Platform Triple Built on Notes
Linux x86_64 manylinux_2_28_x86_64 GitHub Actions ubuntu-latest AVX2 baseline; runtime detect AVX-512
Linux aarch64 manylinux_2_28_aarch64 GHA ARM runners or QEMU via cibuildwheel NEON baseline
macOS x86_64 macosx_10_15_x86_64 GHA macos-13 AVX2 baseline; bottlenecking on M-series users is fine, they have an arm64 wheel
macOS aarch64 macosx_11_0_arm64 GHA macos-14 NEON baseline
Windows x86_64 win_amd64 GHA windows-latest AVX2 baseline; runtime detect AVX-512

We drop musllinux, Windows arm64, and 32-bit anything. cibuildwheel configures via [tool.cibuildwheel] in pyproject.toml. A 32-bit user gets pip install falling back to sdist, which fails to build, which is the correct outcome.

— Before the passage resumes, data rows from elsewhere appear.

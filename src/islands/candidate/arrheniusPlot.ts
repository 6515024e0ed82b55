import type { CandidateView } from '../../contracts/candidate';
import type { ArrheniusPlot } from '../charts/buildArrheniusOption';
import { temperatureTints } from '../temperatureTints';
import { printedUnit } from './figures';

/** The plot's points with their wells' names and colours; null when there is no line. */
export function arrheniusPlotOf(
  { arrhenius, wells, result }: CandidateView,
  selectedWellId: string | null,
): ArrheniusPlot | null {
  if (!arrhenius || arrhenius.points.length === 0) return null;
  const wellOf = new Map(wells.map((well) => [well.wellId, well]));
  const colourOf = temperatureTints(wells.map(({ temperatureK }) => temperatureK));
  const symbol = result.basis === 'law' ? 'k' : 'r₀';
  return {
    points: arrhenius.points.map((point) => {
      const well = wellOf.get(point.wellId);
      return {
        ...point,
        replicate: well?.replicate ?? null,
        colour: colourOf(point.temperatureK),
        well: well ? `${well.plate}, ${well.position}` : point.wellId,
      };
    }),
    line: arrhenius.line,
    yName: `ln (${symbol} / ${printedUnit(arrhenius.yUnit)})`,
    selectedWellId,
  };
}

SIMD is runtime-detected, not compiled per-platform. ruvector-rabitq is pure Rust without explicit AVX-512 paths today (the kernel.rs VectorKernel trait is the extension point). We ship one binary per platform; if/when we add an AVX-512 kernel it lives behind a runtime CPU-feature check.

Type stubs

Hand-written .pyi stubs, checked in at crates/ruvector-py/python/ruvector/__init__.pyi. Reasons:

  • pyo3-stub-gen is real and improving but generates noisy stubs that need editing anyway (it overstates Any, doesn't infer Optional[...] from Option<T> cleanly).
  • The stub surface is small enough (≤ 4 modules × ≤ 40 methods) that hand-writing is feasible.
  • We control the user-visible API shape, e.g. we want NumPy types in signatures (np.ndarray[np.float32]), not list[float].

A CI job runs mypy --strict tests/ and pyright tests/ against an import ruvector to catch stub regressions.

Source layout

crates/ruvector-py/
  Cargo.toml          # crate-type = ["cdylib"], pyo3 + numpy + pyo3-asyncio
  pyproject.toml      # maturin backend; cibuildwheel config; project metadata
  README.md           # short — links to docs/sdk
  src/
    lib.rs            # PyModule init, re-exports each submodule
    rabitq.rs         # M1
    rulake.rs         # M2
    embed.rs          # M3
    a2a.rs            # M4
    error.rs          # exception hierarchy
    runtime.rs        # the singleton tokio runtime
  python/ruvector/
    __init__.py       # re-exports from the compiled module + small pure-Py helpers
    __init__.pyi      # hand-written stubs
    py.typed          # marker so mypy/pyright recognize stubs
  tests/              # pytest, runs against the installed wheel
  benches/            # asv (airspeed-velocity) over identical workloads to Rust criterion

The python/ruvector/__init__.py re-export pattern lets us add pure-Python helpers (e.g. dataclasses for config) without forcing them through the extension boundary.

What this strategy explicitly does NOT do

  • Does not wrap every workspace crate. We pick four crates over four milestones; everything else stays Rust-only.
  • Does not try to be a Pythonic vector DB framework (chromadb, weaviate, qdrant). We are a thin, fast, typed binding to a specific Rust stack.
  • Does not vendor models. The embedder downloads weights from HuggingFace at first use, the same way ruvector-cnn does in Rust.
  • Does not provide an asyncio-only API. Sync siblings always exist for non-network calls.